An idea would be to open the workbook and copy sheets from one workbook to another. However, as per the docs at openpyxl.workbook.workbook module you can only use copy_worksheet(from_worksheet)
function within the workbook that they belong to.
Therefore, maybe we can read the file in once as as binary file and then perhaps use a function to create a new work book from the single binary file (e.g., load_workbook(b_file)
). This would avoid loading the Excel file over and over.
The code below:
- Loads an Excel file (it has multiple sheets for example:
['Instructions', 'SalesPivot', 'Sales Data', 'MyLinks']
). The file is available to download from here. It has formatting and filters or slicers on a different sheet to the main data sheet.
- Creates two lists from the list of sheetnames (a list with names mentioning 'Sales' or 'sales' and a list of sheets not mentioning 'Sales' or 'sales'. Just something for the demo. The lists could be manually created etc.
- Calls a function
createSubWb(source_wb, l)
that takes the original (main) workbook with all the sheets and a list that contains the sheet names to keep and returns a new workbook that you can save as required.
In the example code there is also a function to generate a timestamp for use in the out file name.
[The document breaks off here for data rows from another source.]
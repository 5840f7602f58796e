"""Study-design advice: where and when to sample so a field DT50 meets a target precision.

Before a hydrolysis study starts, the question is which temperatures and pH values to
incubate at, how many vessels to put in each, and when to sample them, so that the
DT50 predicted at the field condition that matters (for example 12 °C, pH 8) is known
within a chosen factor. This module answers it with the Fisher information of the same
two-stage statistical model that :mod:`kinetics` fits:

1. each vessel (one run at one temperature and pH) is an SFO series; the Fisher
   information of its sampling times gives the variance of its fitted ln k
   (:func:`sfo_information`, :func:`sfo_se_ln_k`);
2. the runs' ln k values are fitted by the pH-temperature surface of
   :mod:`kinetics.surface`; the information on the surface parameters is
   :math:`I = J^T W J + P` with :math:`J = \\partial \\ln k_{obs} / \\partial \\theta` at the
   design points, :math:`W = 1/(\\mathrm{var}_{run} + \\tau^2)` (:math:`\\tau` = between-run
   scatter of ln k) and :math:`P` the prior precision on activation energies that the
   surface fit uses when the design leaves a pathway at one temperature.

The criterion is c-optimality for the log rate at the field condition,
:math:`\\sigma^2 = c^T I^{-1} c` with
:math:`c = \\partial \\ln k(\\text{field}) / \\partial \\theta` (minimax over several
field conditions), and the 95 % interval on DT50 has the width ratio
:math:`\\exp(2 q \\sigma)`, with q the Student-t quantile at the degrees of freedom
the surface fit will have (runs minus parameters estimated from the data), as
:func:`kinetics.prediction.predict` uses it (the normal quantile z for many runs).
Designs are searched over the laboratory's allowed temperature × pH cells with a fixed
number of vessels (:func:`recommend_design`): exhaustively when the allocations are few
enough, otherwise by a greedy start and one-vessel exchanges. A design is admissible only
if the surface fit can use it as it stands: enough pH levels for the pathways, at least
one degree of freedom, every pathway determined (standard error of its ln k at most 0.3
somewhere in the allowed temperature range) and, by default, every activation energy
given by the data rather than by the fit's generic prior.

The Fisher information is the linear approximation; :func:`simulate_design` checks a
design by simulating whole studies and fitting them with :mod:`kinetics`.

Entry points: :func:`recommend_design`, :func:`evaluate_design`, :func:`naive_design`,
:func:`simulate_design`, :func:`preliminary_test_advice`, :func:`sampling_times_s`.
"""

from __future__ import annotations

import itertools
import math
from collections.abc import Mapping, Sequence
from dataclasses import dataclass
from typing import Any

import numpy as np
from scipy import stats

from kinetics.caution import CAUTION_TEXT
from kinetics.errors import DataError, InputError, KineticsError
from kinetics.series import ERROR_MODELS as _SERIES_ERROR_MODELS
from kinetics.surface import (
    DEFAULT_EA_PRIOR_SD_J_PER_MOL,
    EFSA_DEFAULT_EA_J_PER_MOL,
    PATHWAYS,
    PH_LEVEL_TOLERANCE,
    TEMPERATURE_LEVEL_TOLERANCE_K,
    eyring_ln_k,
)
from kinetics.surface import _MIN_CONTRIBUTION, _logsumexp as _surface_logsumexp
from kinetics.surface import GAS_CONSTANT_J_PER_MOL_K as _R_SURFACE
from kinetics.units import validate_pH, validate_temperature_K

__all__ = [
    "DESIGN_PATHWAYS",
    "ERROR_MODELS",
    "CRITERIA",
    "EA_PRIOR_CHOICES",
    "NAIVE_SAMPLING",
    "GAS_CONSTANT_J_PER_MOL_K",
    "PathwayGuess",
    "KineticsPrior",
    "FieldCondition",
    "LabConstraints",
    "DesignRun",
    "DesignEvaluation",
    "PreliminaryTestAdvice",
    "DesignRecommendation",
    "SimulationSummary",
    "sfo_information",
    "sfo_se_ln_k",
    "sampling_times_s",
    "evaluate_design",
    "naive_design",
    "recommend_design",
    "preliminary_test_advice",
    "simulate_design",
]

#: Pathways of the rate surface (those of :data:`kinetics.surface.PATHWAYS`).
DESIGN_PATHWAYS = PATHWAYS
#: Error models of a concentration series: :data:`kinetics.series.ERROR_MODELS`.
ERROR_MODELS = _SERIES_ERROR_MODELS
#: Design criteria: "local" at the prior guess, or "prior_median" (median over prior draws).
CRITERIA = ("local", "prior_median")
#: Sampling of the naive comparison design.
NAIVE_SAMPLING = ("equal_over_duration", "rule")
#: When a design may leave an activation energy to the fit's prior.
EA_PRIOR_CHOICES = ("if_needed", "always", "never")

#: Molar gas constant [J/(mol K)] (CODATA 2018, exact), the surface module's value.
GAS_CONSTANT_J_PER_MOL_K = _R_SURFACE

# Scale of an activation energy in the internal, well-conditioned parameterisation [J/mol].
_EA_SCALE_J_PER_MOL = 1.0e4
# A cell whose run would give ln k with a standard error above this is not offered to the
# search: its fitted k could be zero or negative in some studies (at 0.3 in about 1 in
# 3000: a normal tail beyond 1/0.3 standard deviations), where
# the linearisation behind the Fisher information no longer holds (common practice, no
# source). Cells with a small decline but a standard error below it stay candidates: the
# Fisher information already gives them the low weight their small decline deserves.
_MAX_RUN_SE_LN_K = 0.3
# Fraction of the initial concentration left when the last sample is taken (90 % decline).
_END_FRACTION_REMAINING = 0.1
# A design must determine every pathway of the model, not only the combination that matters
# at the field: if the standard error of ln k_p at the pathway's best-determined allowed
# temperature exceeds this, the fitted constant of that pathway runs to zero in some
# studies and the surface fit with a fixed pathway set fails (same reasoning and value as
# for a run, common practice, no source).
_MAX_PATHWAY_SE_LN_K = 0.3
# A pathway carrying less than _MIN_CONTRIBUTION of k_obs in every run cannot be fitted
# (the identifiability rule of kinetics.surface.fit_surface, imported from there).
# A simulated run whose fitted ln k has a standard error above this is reported as "no
# measurable decline" and left out of the surface fit, as a laboratory would report it
# (common practice, no source).
_MAX_REPORTED_SE_LN_K = 1.0
# Preliminary test conditions of OECD Test Guideline 111 (2004): 50 °C, 5 days, pH 4/7/9.
_PRELIM_TEMPERATURE_K = 323.15
_PRELIM_DURATION_S = 5.0 * 86400.0
_PRELIM_PH = (4.0, 7.0, 9.0)
_PRELIM_MAX_LOSS = 0.10
from kinetics.units import SECONDS_PER_DAY as _SECONDS_PER_DAY  # noqa: E402


# ---------------------------------------------------------------------------------------
# small utilities
# ---------------------------------------------------------------------------------------


def _finite(value: Any, name: str) -> float:
    try:
        x = float(value)
    except (TypeError, ValueError):
        raise InputError(f"{name} must be a number, got {value!r}") from None
    if not math.isfinite(x):
        raise InputError(f"{name} must be finite, got {value!r}")
    return x


def _positive(value: Any, name: str) -> float:
    x = _finite(value, name)
    if x <= 0.0:
        raise InputError(f"{name} must be positive, got {value!r}")
    return x


def _count(value: Any, name: str, minimum: int) -> int:
    if isinstance(value, bool) or not isinstance(value, (int, np.integer)):
        raise InputError(f"{name} must be a whole number, got {value!r}")
    if int(value) < minimum:
        raise InputError(f"{name} must be at least {minimum}, got {value!r}")
    return int(value)


def _choice(value: Any, name: str, valid: tuple[str, ...]) -> str:
    if value not in valid:
        raise InputError(f"unknown {name} {value!r}; valid choices are {', '.join(valid)}")
    return str(value)


def _quantile(level: float) -> float:
    lv = _finite(level, "level")
    if not 0.0 < lv < 1.0:
        raise InputError(f"level must lie strictly between 0 and 1, got {level!r}")
    return float(stats.norm.ppf(0.5 * (1.0 + lv)))


def _celsius(temperature_K: float) -> str:
    return f"{temperature_K - 273.15:.1f} °C"


def _fmt_duration(seconds: float) -> str:
    if seconds >= 2 * _SECONDS_PER_DAY:
        return f"{seconds / _SECONDS_PER_DAY:.1f} d"
    if seconds >= 2 * 3600.0:
        return f"{seconds / 3600.0:.1f} h"
    return f"{seconds / 60.0:.0f} min"


def _acid_base_molar(
    pH: np.ndarray, temperature_K: np.ndarray, ionic_strength_M: np.ndarray, salinity: np.ndarray
) -> tuple[np.ndarray, np.ndarray]:
    from kinetics.water import hydronium_hydroxide_molar

    h, oh = hydronium_hydroxide_molar(
        pH, temperature_K, ionic_strength_M=ionic_strength_M, salinity=salinity
    )
    return np.asarray(h, dtype=float), np.asarray(oh, dtype=float)


# ---------------------------------------------------------------------------------------
# inputs
# ---------------------------------------------------------------------------------------


@dataclass(frozen=True)
class PathwayGuess:
    """A rough prior guess of one hydrolysis pathway, before any study.

    Parameters
    ----------
    pathway : str
        "acid", "neutral" or "base".
    ln_k_ref : float
        ln of the pathway constant at the reference temperature, in its SI unit:
        kA and kB [L/(mol s)], kN [1/s] (as ``ln_k_ref_<pathway>`` of
        :class:`kinetics.surface.SurfaceFit`).
    Ea_J_per_mol : float
        Guessed Arrhenius activation energy [J/mol].
    ln_k_ref_sd : float
        Uncertainty of the guess of ``ln_k_ref`` (one standard deviation) [-].
    Ea_sd_J_per_mol : float
        Uncertainty of the guess of Ea (one standard deviation) [J/mol].

    The two uncertainties are used for the prior-averaged criterion, the robustness
    range and the stability screen; they are not passed to the surface fit (the fit's
    own activation-energy prior is :attr:`KineticsPrior.ea_prior_J_per_mol`).
    """

    pathway: str
    ln_k_ref: float
    Ea_J_per_mol: float
    ln_k_ref_sd: float = 1.0
    Ea_sd_J_per_mol: float = 15_000.0

    def __post_init__(self) -> None:
        _choice(self.pathway, "pathway", DESIGN_PATHWAYS)
        _finite(self.ln_k_ref, f"ln_k_ref of the {self.pathway} pathway")
        ea = _finite(self.Ea_J_per_mol, f"Ea_J_per_mol of the {self.pathway} pathway")
        if not 1_000.0 <= ea <= 400_000.0:
            raise InputError(
                f"Ea_J_per_mol {ea!r} of the {self.pathway} pathway is outside 1000-400000 J/mol "
                "(hydrolysis activation energies are typically 40000-120000 J/mol; "
                "check that the value is in J/mol, not kJ/mol)"
            )
        sd = _finite(self.ln_k_ref_sd, f"ln_k_ref_sd of the {self.pathway} pathway")
        if sd < 0.0:
            raise InputError(f"ln_k_ref_sd of the {self.pathway} pathway must be >= 0, got {sd!r}")
        esd = _finite(self.Ea_sd_J_per_mol, f"Ea_sd_J_per_mol of the {self.pathway} pathway")
        if esd < 0.0:
            raise InputError(
                f"Ea_sd_J_per_mol of the {self.pathway} pathway must be >= 0, got {esd!r}"
            )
It may not be required - change as required.
Code:
from openpyxl import load_workbook
from openpyxl import Workbook
import sys
import datetime as dt
# sample file from:
# https://www.contextures.com/excelpivottableslicers.html#download
# https://www.contextures.com/pivotsamples/regionsalesslicer.zip
# set filename/path etc.
fname = 'regionsalesslicer.xlsx'
# attempt to open the file
try:
b_file = open(fname, 'rb')
except IOError:
try:
print('Could not open/read file:', fname)
sys.exit(1)
except SystemExit:
print('Exit')
# function that takes a source workbook and a list of sheet names to keep
def createSubWb(source_wb, l):
wb = load_workbook(b_file)
for sheet in source_wb.sheetnames:
if sheet not in l:
del wb[sheet]
return wb
# function used in the output of the file to get
# give today is August 20 2021 it would output
# '2021-07-31___2021-08-31' (end if last month to end of current)
def getTimePeriod():
d = dt.date.today()
s = (str(d.replace(day=1) - dt.timedelta(days=1))
+ '___'
+ str(dt.date(d.year + d.month // 12,
d.month % 12 + 1, 1) - dt.timedelta(1))
)
return s
# sheetnames contained, in this example:
# ['Instructions', 'SalesPivot', 'Sales Data', 'MyLinks']
main_wb = load_workbook(b_file)
# create some lists
# for example just get 'SalesPivot' and 'Sales Data' names into a list to keep
keep = [sheet for sheet in main_wb.sheetnames if 'sales' in sheet.lower()]
# get anything else into another list
keep2 = [sheet for sheet in main_wb.sheetnames if 'sales' not in sheet.lower()]
# call the function with same main_wb but different lists
createSubWb(main_wb, keep).save('keep_sales_sheets' + getTimePeriod() + '.xlsx')
createSubWb(main_wb, keep2).save('keep_NON_sales_sheets' + getTimePeriod() + '.xlsx')
Results:
Two new files are created from the original file. The sample (demo) file has formatting and slicers and are working.